[Opening Records for the exercise section]
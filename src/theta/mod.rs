//! Across-temperature models and the θ temperature: where A2(T) crosses zero, how sure we
//! are, and what the Flory–Krigbaum / Flory–Huggins parameters say.
//!
//! Models: the Flory–Krigbaum line A2 = a + b/T (headline), A2 quadratic in 1/T (used when
//! the data support it), the local two-point crossing, and the joint fit of every reading.
//! Intervals: delta method, Fieller, and a seeded bootstrap that reruns the whole pipeline.

mod critical;
mod curved;
mod joint;
mod line;
mod routes;

pub use critical::{critical_route, CriticalRoute};
pub use curved::CurvedFit;
pub use joint::{joint_fit, JointFit};
pub use line::{scatter_p_value, FittedLine, InverseTemperatureLine, LineVariance, SeBasis, ThetaSet, LACK_OF_FIT_P};
pub use routes::{compare_routes, RouteComparison, RouteDifference, RouteTheta, DISAGREE_P};

use crate::dataset::{Quantity, Series, TemperaturePoint, TemperatureSet, Volumes};
use crate::uncertainty::{percentile, replicate_rng, resample_indices};
use crate::virial::{
    pooled_scales, score_temperature, FormChoice, FormScore, PoolShare, PressureNoise, TemperatureFit,
};
use rayon::prelude::*;
use serde::Serialize;

/// Settings of the θ analysis.
#[derive(Debug, Clone, Copy, PartialEq)]
pub struct ThetaSettings {
    /// Confidence level of intervals, e.g. 0.95.
    pub confidence: f64,
    /// Bootstrap replicates (0 = off, the default: an opt-in cross-check, not calibrated).
    pub bootstrap_replicates: usize,
    /// Seed of the bootstrap.
    pub seed: u64,
    /// |A2| tolerance for the temperature-stability advice, mol m³/kg² (= mol mL/g²).
    pub a2_tolerance: f64,
    /// Per-temperature form choice (the bootstrap reruns it).
    pub virial: FormChoice,
}

/// Default |A2| tolerance: 1×10⁻⁵ mol mL/g², a few per cent of a good solvent's A2.
pub const DEFAULT_A2_TOLERANCE: f64 = 1.0e-5;

impl Default for ThetaSettings {
    fn default() -> Self {
        ThetaSettings {
            confidence: 0.95,
            bootstrap_replicates: 0,
            seed: 1,
            a2_tolerance: DEFAULT_A2_TOLERANCE,
            virial: FormChoice::Auto,
        }
    }
}

/// Where the crossing lies relative to the measurements.
#[derive(Debug, Clone, Copy, PartialEq, Eq, Serialize, serde::Deserialize)]
#[serde(rename_all = "snake_case")]
pub enum Crossing {
    /// Inside the measured temperatures.
    Bracketed,
    /// Outside them.
    Extrapolated,
    /// No θ.
    None,
}

/// Which way solvent quality runs with temperature.
#[derive(Debug, Clone, Copy, PartialEq, Eq, Serialize, serde::Deserialize)]
#[serde(rename_all = "snake_case")]
pub enum Sense {
    /// A2 rises with T (ψ1 > 0): poor below θ, phase separation on cooling.
    Ucst,
    /// A2 falls as T rises (ψ1 < 0): poor above θ, phase separation on heating.
    Lcst,
}

/// Shape of the headline interval.
#[derive(Debug, Clone, Copy, PartialEq, Eq, Serialize, serde::Deserialize)]
#[serde(rename_all = "snake_case")]
pub enum IntervalKind {
    /// Finite low and high.
    Bounded,
    /// At least one side infinite.
    Unbounded,
    /// Everything outside an interval.
    Exclusive,
    /// No interval (no θ).
    None,
}

/// An interval for θ, K.
#[derive(Debug, Clone, Copy, PartialEq, Serialize, serde::Deserialize)]
pub struct Interval {
    /// Shape.
    pub kind: IntervalKind,
    /// Lower bound, K (null where unbounded or not given).
    pub low_k: Option<f64>,
    /// Upper bound, K.
    pub high_k: Option<f64>,
}

impl From<ThetaSet> for Interval {
    fn from(set: ThetaSet) -> Self {
        match set {
            ThetaSet::Interval(lo, hi) => Interval { kind: IntervalKind::Bounded, low_k: Some(lo), high_k: Some(hi) },
            ThetaSet::AtLeast(lo) => Interval { kind: IntervalKind::Unbounded, low_k: Some(lo), high_k: None },
            ThetaSet::Exclusive => Interval { kind: IntervalKind::Exclusive, low_k: None, high_k: None },
            ThetaSet::Unbounded | ThetaSet::Empty => {
                Interval { kind: IntervalKind::Unbounded, low_k: None, high_k: None }
            }
        }
    }
}

/// An across-temperature model that gives a θ.
#[derive(Debug, Clone, Copy, PartialEq, Eq, Serialize, serde::Deserialize)]
#[serde(rename_all = "snake_case")]
pub enum Model {
    /// The Flory–Krigbaum line A2 = a + b/T (the headline model).
    FloryKrigbaum,
    /// A2 quadratic in 1/T.
    Curved,
    /// The crossing between the two temperatures that bracket it.
    Local,
    /// Every reading at once (Mn shared, A2 on the Flory–Krigbaum line).
    Joint,
}

impl Model {
    /// The name reports use.
    pub fn name(self) -> &'static str {
        match self {
            Model::FloryKrigbaum => "flory_krigbaum",
            Model::Curved => "curved",
            Model::Local => "local",
            Model::Joint => "joint",
        }
    }
}

impl std::fmt::Display for Model {
    fn fmt(&self, f: &mut std::fmt::Formatter<'_>) -> std::fmt::Result {
        f.pad(self.name())
    }
}

/// How the headline interval of θ was computed.
#[derive(Debug, Clone, Copy, PartialEq, Eq, Serialize, serde::Deserialize)]
#[serde(rename_all = "snake_case")]
pub enum IntervalMethod {
    /// Fieller's set for the zero of the line.
    Fieller,
    /// Delta method through the curved model's root.
    DeltaCurved,
    /// No interval.
    None,
}

impl IntervalMethod {
    /// The name reports use.
    pub fn name(self) -> &'static str {
        match self {
            IntervalMethod::Fieller => "fieller",
            IntervalMethod::DeltaCurved => "delta_curved",
            IntervalMethod::None => "none",
        }
    }
}

impl std::fmt::Display for IntervalMethod {
    fn fmt(&self, f: &mut std::fmt::Formatter<'_>) -> std::fmt::Result {
        f.pad(self.name())
    }
}

/// θ from one model.
#[derive(Debug, Clone, PartialEq, Serialize, serde::Deserialize)]
pub struct ModelTheta {
    /// The model.
    pub name: Model,
    /// θ, K (null where the model gives none).
    pub theta_k: Option<f64>,
    /// SE, K.
    pub se_k: Option<f64>,
    /// Why null, or what to know.
    pub note: Option<String>,
}

/// One place where A2 (or 1/2 − χ) changes sign between measured temperatures, for series
/// whose A2(T) is not monotonic and so has two θ.
#[derive(Debug, Clone, Copy, PartialEq, Serialize, serde::Deserialize)]
pub struct SignChange {
    /// θ, K: the zero of the straight line in 1/T through the two bracketing temperatures.
    #[serde(deserialize_with = "crate::json_numbers::nan_if_null")]
    pub theta_k: f64,
    /// Its SE by the delta method, K (null without per-temperature SEs).
    pub se_k: Option<f64>,
    /// Fieller's interval of that two-point line.
    pub interval: Interval,
    /// UCST-type where A2 rises through zero with T, LCST-type where it falls.
    pub sense: Sense,
}

/// Bootstrap summary.
#[derive(Debug, Clone, PartialEq, Serialize, serde::Deserialize)]
pub struct BootstrapSummary {
    /// Replicates asked for.
    pub replicates: usize,
    /// Replicates that gave a θ.
    pub successful: usize,
    /// Seed.
    pub seed: u64,
    /// Percentile interval, K.
    pub ci_low_k: Option<f64>,
    /// Percentile interval, K.
    pub ci_high_k: Option<f64>,
    /// SD of the replicate θ values, K.
    pub se_k: Option<f64>,
}

/// Are the Mn values at different temperatures one Mn?
#[derive(Debug, Clone, PartialEq, Serialize, serde::Deserialize)]
pub struct MnConsistency {
    /// Weighted mean Mn (w = 1/SE²), kg/mol.
    #[serde(deserialize_with = "crate::json_numbers::nan_if_null")]
    pub mean_kg_per_mol: f64,
    /// Its SE, kg/mol.
    #[serde(deserialize_with = "crate::json_numbers::nan_if_null")]
    pub mean_se_kg_per_mol: f64,
    /// χ² = Σ w (Mn_i − mean)².
    #[serde(deserialize_with = "crate::json_numbers::nan_if_null")]
    pub chi2: f64,
    /// n − 1.
    pub dof: usize,
    /// P(χ²_dof ≥ observed).
    #[serde(deserialize_with = "crate::json_numbers::nan_if_null")]
    pub p_value: f64,
}

/// Significance below which the Mn drift is a warning.
pub const MN_DRIFT_P: f64 = 0.01;

/// The Flory–Krigbaum / Flory–Huggins parameters.
#[derive(Debug, Clone, PartialEq, Serialize, serde::Deserialize)]
pub struct FloryParameters {
    /// ψ1 (entropy of dilution parameter) and its SE.
    #[serde(deserialize_with = "crate::json_numbers::nan_if_null")]
    pub psi1: f64,
    /// SE of ψ1.
    #[serde(deserialize_with = "crate::json_numbers::nan_if_null")]
    pub psi1_se: f64,
    /// κ1 at θ (= ψ1).
    #[serde(deserialize_with = "crate::json_numbers::nan_if_null")]
    pub kappa1_at_theta: f64,
    /// Per measured temperature.
    pub temperatures: Vec<FloryAtTemperature>,
}

/// Flory parameters at one temperature.
#[derive(Debug, Clone, PartialEq, Serialize, serde::Deserialize)]
pub struct FloryAtTemperature {
    /// T, K.
    #[serde(deserialize_with = "crate::json_numbers::nan_if_null")]
    pub temperature_k: f64,
    /// κ1(T) = ψ1 θ/T and its SE.
    #[serde(deserialize_with = "crate::json_numbers::nan_if_null")]
    pub kappa1: f64,
    /// SE.
    #[serde(deserialize_with = "crate::json_numbers::nan_if_null")]
    pub kappa1_se: f64,
    /// χ(T) = 1/2 − ψ1(1 − θ/T) from the model, and its SE.
    #[serde(deserialize_with = "crate::json_numbers::nan_if_null")]
    pub chi_model: f64,
    /// SE.
    #[serde(deserialize_with = "crate::json_numbers::nan_if_null")]
    pub chi_model_se: f64,
    /// χ = 1/2 − A2 V1/v̄² from this temperature's own A2 (or the χ given), and its SE.
    #[serde(deserialize_with = "crate::json_numbers::nan_if_null")]
    pub chi_measured: f64,
    /// SE (null when the input gave none).
    pub chi_measured_se: Option<f64>,
}

/// How A2 changes near θ.
#[derive(Debug, Clone, PartialEq, Serialize, serde::Deserialize)]
pub struct Stability {
    /// dA2/dT at θ, mol m³/kg² per K.
    #[serde(deserialize_with = "crate::json_numbers::nan_if_null")]
    pub da2_dt_at_theta: f64,
    /// SE.
    #[serde(deserialize_with = "crate::json_numbers::nan_if_null")]
    pub da2_dt_se: f64,
    /// |A2| tolerance used.
    #[serde(deserialize_with = "crate::json_numbers::nan_if_null")]
    pub a2_tolerance: f64,
    /// ± kelvin around θ that keeps |A2| under the tolerance.
    #[serde(deserialize_with = "crate::json_numbers::nan_if_null")]
    pub plus_minus_k: f64,
}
[Closing Records for the exercise section]
• [Assignment]:
From the records above, give again exactly the lines running from the line with "fn from(set: ThetaSet)" to the line with "ThetaSet::Interval(lo, hi) =>", inclusive.

• [Written response]:
    fn from(set: ThetaSet) -> Self {
        match set {
            ThetaSet::Interval(lo, hi) => Interval { kind: IntervalKind::Bounded, low_k: Some(lo), high_k: Some(hi) },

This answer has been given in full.